[Stored records]

//! Plain messages for what the TOML reader refuses: the key path and its
//! line, the allowed values in words (not Rust's type names), and the nearest
//! allowed key for a misspelt one.

use super::locate::{Tables, line_of};
use super::spelling::nearest;
use crate::error::InputError;

/// The reader's error as the user should read it.
pub fn explain(e: &toml::de::Error, text: &str, origin: &str) -> InputError {
    let msg = e.message().trim();
    let at = e.span().map(|s| s.start.min(text.len()));
    let mut line = at.map(|o| text[..o].matches('\n').count() + 1);
    let scope = at.map(|o| scope_at(text, o)).unwrap_or_default();
    let message = if let Some(rest) = msg.strip_prefix("unknown field ") {
        let names = ticked(rest);
        let key = names.first().cloned().unwrap_or_default();
        let allowed = &names[1.min(names.len())..];
        // An unknown table (`[stres]`) is reported at its own header: the key
        // belongs to the table around it.
        let scope = match scope.strip_suffix(key.as_str()) {
            Some(parent) if parent.is_empty() || parent.ends_with('.') => parent.trim_end_matches('.').to_string(),
            _ => scope.clone(),
        };
        let hint = nearest(&key, allowed.iter().map(String::as_str))
            .map(|c| format!("; did you mean `{c}`?"))
            .unwrap_or_default();
        format!("unknown key `{}`{hint} Keys allowed here: {}", join(&scope, &key), allowed.join(", "))
            .replacen("` Keys", "`; keys", 1)
    } else if let Some((got, expected)) = type_error(msg) {
        let key = at.map(|o| key_before(text, o)).unwrap_or_default();
        let path = join(&scope, &key);
        let allowed = allowed_words(&path).map_or_else(|| plain_type(expected), str::to_string);
        let sweep = if got == "sequence" {
            " (a list makes a sweep, which only `lagfold run` runs; give one value here)"
        } else {
            ""
        };
        format!("`{path}` must be {allowed}, got {}{sweep}", plain_value(got))
    } else if let Some(rest) = msg.strip_prefix("missing field ") {
        let key = ticked(rest).into_iter().next().unwrap_or_default();
        let path = join(&scope, &key);
        line = line.or_else(|| line_of(text, &path));
        let example = if path == "decay" {
            " (the lagged-IC curve), e.g.\n  [decay]\n  family = \"exponential\"\n  ic1 = 0.045\n  half_life = 4"
        } else {
            ""
        };
        format!("`{path}` is required{example}")
    } else {
        // Syntax: the reader's own words on one line, and the line it is about.
        let words = msg.lines().map(str::trim).filter(|l| !l.is_empty()).collect::<Vec<_>>().join("; ");
        match line.and_then(|l| text.lines().nth(l - 1)).map(str::trim).filter(|l| !l.is_empty()) {
            Some(here) => format!("{words}: {here}"),
            None => words,
        }
    };
    InputError::Parse { origin: origin.to_string(), line, message }
}

/// `("string \"many\"", "usize")` from `invalid type: string "many", expected usize`.
fn type_error(msg: &str) -> Option<(&str, &str)> {
    let rest = msg.strip_prefix("invalid type: ").or_else(|| msg.strip_prefix("invalid value: "))?;
    rest.rsplit_once(", expected ")
}

/// The names in backticks.
fn ticked(s: &str) -> Vec<String> {
    s.split('`').skip(1).step_by(2).map(str::to_string).collect()
}

fn join(scope: &str, key: &str) -> String {
    match (scope.is_empty(), key.is_empty()) {
        (true, _) => key.to_string(),
        (false, true) => scope.to_string(),
        (false, false) => format!("{scope}.{key}"),
    }
}

/// The table holding byte `offset`: the last header above it
/// (`stress.alternatives[1]` for the second `[[stress.alternatives]]`) and
/// the inline table the offset sits in (`decay = { … }`).
fn scope_at(text: &str, offset: usize) -> String {
    let before = &text[..offset];
    // Headers up to the end of the offset's line: an error reported at a
    // header (a missing key) is about that header's table.
    let line_end = text[offset..].find('\n').map_or(text.len(), |i| offset + i);
    let mut tables = Tables::default();
    for l in text[..line_end].lines() {
        tables.read(l.trim());
    }
    let table = tables.current;
    // Inline table on the offset's own line: `decay = { family = "x", … }`.
    let line_start = before.rfind('\n').map_or(0, |i| i + 1);
    let head = &text[line_start..offset];
    if let Some(open) = head.rfind('{')
        && !head[open..].contains('}')
    {
        let inline = head[..open].trim_end().trim_end_matches('=').trim();
        return join(&table, inline.trim_matches('"'));
    }
    table
}

/// The key whose value starts at `offset`: the name before the `=` that precedes it.
fn key_before(text: &str, offset: usize) -> String {
    let head = &text[..offset];
    let Some(eq) = head.rfind('=') else { return String::new() };
    let name = head[..eq].trim_end();
    let start = name.rfind(['\n', '{', ',']).map_or(0, |i| i + 1);
    name[start..].trim().trim_matches('"').to_string()
}

/// Rust's name of a type in words.
fn plain_type(expected: &str) -> String {
    match expected {
        "usize" | "u64" | "u32" => "a whole number ≥ 0".into(),
        "f64" | "f32" => "a number".into(),
        "a boolean" => "true or false".into(),
        "a string" => "text in quotes".into(),
        "a sequence" => "a list".into(),
        e if e.starts_with("struct") => "a table".into(),
        e => e.to_string(),
    }
}

/// The reader's description of the value found, in the file's own terms.
fn plain_value(got: &str) -> String {
    let inner = || got.split('`').nth(1).unwrap_or(got).to_string();
    if got.starts_with("integer") || got.starts_with("floating point") {
        inner()
    } else if let Some(s) = got.strip_prefix("string ") {
        s.to_string()
    } else if got == "sequence" {
        "a list".into()
    } else if got == "map" {
        "a table".into()
    } else if got.starts_with("boolean") {
        inner()
    } else {
        got.to_string()
    }
}

/// The allowed values of a scenario key, in words (presets/README.md).
pub fn allowed_words(path: &str) -> Option<&'static str> {
    let path = match path.split_once("].") {
        Some((head, tail)) if head.starts_with("stress.alternatives[") => tail,
        _ => path,
    };
    Some(match path {
        "assets" => "a whole number, at least 10",
        "history" => "a whole number, at least horizons + 4",
        "horizons" | "paths" => "a whole number, at least 1",
        "truncation" => "a whole number from 1 to 20000",
        "seed" => "a whole number from 0 to 18446744073709551615",
        "periods_per_year" => "a number > 0 (12 monthly, 52 weekly, 252 daily)",
        "residual_vol" => "a number > 0 (a decimal: 0.06 is 6 % per period)",
        "forecast_autocorrelation" | "ic_vol_persistence" => "a number inside (-1, 1)",
        "ic_vol" | "near_best_tolerance" => "a number in [0, 1)",
        "rank_ic" | "stress.replace_defaults" => "true or false",
        "name" => "text in quotes (letters, digits, '-', '_' or '.')",
        "description" => "text in quotes",
        "decay" => "a table: [decay] with family and its parameters",
        "tails" => "a table: [tails] with family (and dof)",
        "portfolio" => "a table: [portfolio] with cost_bps, quantiles, reference_paths, target_vol",
        "stress" => "a table: [stress] with replace_defaults and [[stress.alternatives]]",
        "decay.family" => "text in quotes: exponential, linear, hump, power, step or table",
        "tails.family" => "text in quotes: normal or student_t",
        "decay.ic1" | "decay.ic" | "decay.peak" => "a number inside (-1, 1)",
        "decay.half_life" | "decay.peak_lag" | "decay.shape" | "decay.exponent" => "a number > 0",
        "decay.zero_at" => "a number > 1",
        "decay.length" => "a whole number, at least 1",
        "decay.values" => "a list of numbers inside (-1, 1), lag 1 first",
        "tails.dof" => "a number > 2 and ≤ 1e6",
        "portfolio.cost_bps" => "a number in [0, 10000) basis points",
        "portfolio.target_vol" => "a number above 0 and at most 1 (an annual volatility: 0.04 = 4 %)",
        "portfolio.quantiles" => "a whole number, at least 2",
        "portfolio.reference_paths" => "a whole number from 10 to 100000",
        "stress.alternatives" => "a list of tables: [[stress.alternatives]] with name and decay",
        "stress.alternatives.name" => "text in quotes",
        _ => return None,
    })
}

#[cfg(test)]
mod tests {
    use super::*;

    fn message(text: &str) -> String {
        let e = toml::from_str::<super::super::RawScenario>(text).unwrap_err();
        explain(&e, text, "f.toml").to_string()
    }

    const DECAY: &str = "[decay]\nfamily = \"exponential\"\nic1 = 0.045\nhalf_life = 4\n";

    #[test]
    fn a_misspelt_key_in_a_table_is_found_on_its_own_line_with_a_suggestion() {
        let m = message("assets = 100\n[decay]\nfamily = \"exponential\"\nic1 = 0.045\nhalf_lfe = 4\n");
        assert!(m.starts_with("f.toml, line 5: unknown key `decay.half_lfe`; did you mean `half_life`?"), "{m}");
        let m = message(&format!("asets = 100\n{DECAY}"));
        assert!(m.contains("line 1: unknown key `asets`; did you mean `assets`?"), "{m}");
        let m = message(&format!("{DECAY}[stres]\n"));
        assert!(m.contains("line 5: unknown key `stres`; did you mean `stress`?"), "{m}");
    }

    #[test]
    fn type_errors_name_the_key_and_the_range_in_words() {
        let m = message(&format!("assets = \"many\"\n{DECAY}"));
        assert_eq!(m, "f.toml, line 1: `assets` must be a whole number, at least 10, got \"many\"");
        let m = message(&format!("{DECAY}[portfolio]\nquantiles = 2.5\n"));
        assert!(m.contains("line 6: `portfolio.quantiles` must be a whole number, at least 2, got 2.5"), "{m}");
        let m = message(&format!(
            "{DECAY}[[stress.alternatives]]\nname = \"x\"\ndecay = {{ family = \"step\", ic = 0.1, length = 1.5 }}\n"
        ));
        assert!(
            m.contains("line 7: `stress.alternatives[0].decay.length` must be a whole number, at least 1, got 1.5"),
            "{m}"
        );
        let m = message(&format!("seed = -1\n{DECAY}"));
        assert!(m.contains("`seed` must be a whole number from 0 to 18446744073709551615, got -1"), "{m}");
    }

    #[test]
    fn a_list_outside_run_says_it_is_a_sweep() {
        let m = message(&format!("assets = [100, 200]\n{DECAY}"));
        assert!(m.contains("`assets` must be a whole number, at least 10, got a list (a list makes a sweep"), "{m}");
    }

    #[test]
    fn a_missing_decay_table_shows_an_example() {
        let m = message("assets = 100\n");
        assert!(m.contains("`decay` is required (the lagged-IC curve), e.g."), "{m}");
    }
}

§ **TASK OBJECTIVE**
Output, please, only the lines running from the start of the entries through the line that contains "let key = names.first().cloned().unwrap_or_default();", including both of those lines.

§ **OUTPUT FOR THIS EXERCISE**
//! Plain messages for what the TOML reader refuses: the key path and its
//! line, the allowed values in words (not Rust's type names), and the nearest
//! allowed key for a misspelt one.

use super::locate::{Tables, line_of};
use super::spelling::nearest;
use crate::error::InputError;

/// The reader's error as the user should read it.
pub fn explain(e: &toml::de::Error, text: &str, origin: &str) -> InputError {
    let msg = e.message().trim();
    let at = e.span().map(|s| s.start.min(text.len()));
    let mut line = at.map(|o| text[..o].matches('\n').count() + 1);
    let scope = at.map(|o| scope_at(text, o)).unwrap_or_default();
    let message = if let Some(rest) = msg.strip_prefix("unknown field ") {
        let names = ticked(rest);
        let key = names.first().cloned().unwrap_or_default();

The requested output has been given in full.